I bet 8,ooo$ dollars for Jardine, and the point spread would make me some serious money. Hopefully he can pull it off.


----------



## fenderman80 (Sep 12, 2006)

It's q-u-e-a-f, genious. All you accomplished here is to misspell the word quiet. :thumbsup:


----------



## Halebop (Oct 10, 2006)

UraRenge said:


> I bet 8,ooo$ dollars for Jardine, and the point spread would make me some serious money. Hopefully he can pull it off.

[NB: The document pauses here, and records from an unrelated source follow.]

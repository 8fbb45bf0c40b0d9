import { after } from 'next/server';
import { CAUTIONS } from '@/app/_components/caution';
import { SECTION_ROLES } from '@/lib/auth/roles';
import { HandoffError } from '@/lib/handoff-errors';
import { refuse } from '@/lib/result';
import { route } from '@/lib/server/api';
import { submitHandoff } from '@/lib/server/handoffs';
import { deliverDueEmails } from '@/lib/server/mail';
import { handoffSubmitSchema } from '@/lib/validation/handoffs';

/** Records a drop or hook. 201 with the new handoff; 200 with the same one for a retried submit. */
export const POST = route(
  { access: SECTION_ROLES.gate, body: handoffSubmitSchema },
  async ({ user, body }) => {
    try {
      const result = await submitHandoff(body, {
        id: user.id,
        role: user.role,
        carrierId: user.carrierId,
        terminalId: user.terminalId,
      });
      // the receipt e-mail was queued in the transaction; send it now rather than at the worker's next round
      if (!result.isReplay) after(() => deliverDueEmails().catch(() => undefined));
      return Response.json(
        {
          handoff: {
            id: result.handoffId,
            verificationCode: result.verificationCode,
            receiptUrl: `/gate/receipts/${result.handoffId}`,
          },
        },
        { status: result.isReplay ? 200 : 201 },
      );
    } catch (error) {
      if (!(error instanceof HandoffError)) throw error;
      const detail = error.holds?.length
        ? {
            holds: error.holds.map((h) => ({ reason: h.reason, severity: h.severity })),
            cautions: [CAUTIONS.outOfService, CAUTIONS.inspection],
          }
        : undefined;
      return refuse(error.holds?.length ? 'conflict' : error.code, error.message, error.fieldErrors, detail);
    }
  },
);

You seriously bet $8000 on Jardine? What sports book took that bet?


----------



## NCK (Apr 10, 2007)

Chuck should win this but I'm not counting out Keith. He does have knockout power. Sure, not as much as Chuck but if Keith can land a punch or two Liddell could go down. You never know what's gonna happen in a fight anymore.


----------



## Halebop (Oct 10, 2006)

NCK said:


> Chuck should win this but I'm not counting out Keith. He does have knockout power. Sure, not as much as Chuck but if Keith can land a punch or two Liddell could go down. You never know what's gonna happen in a fight anymore.


That is true. But also Chuck got embarassed in his last outing. Jardine did too but his isn't on the same level...but he wants to be on the same level. Chuck..maybe he still has it but he sure makes fighting look like a job. I think he's done.


----------



## AnMMAFan (Jan 4, 2007)

Halebop said:


> Chuck..maybe he still has it but he sure makes fighting look like a job. I think he's done.


What do you mean by he makes fighting look like a job? You don't think Chuck loves to fight anymore?


----------



## Halebop (Oct 10, 2006)

AnMMAFan said:


> What do you mean by he makes fighting look like a job? You don't think Chuck loves to fight anymore?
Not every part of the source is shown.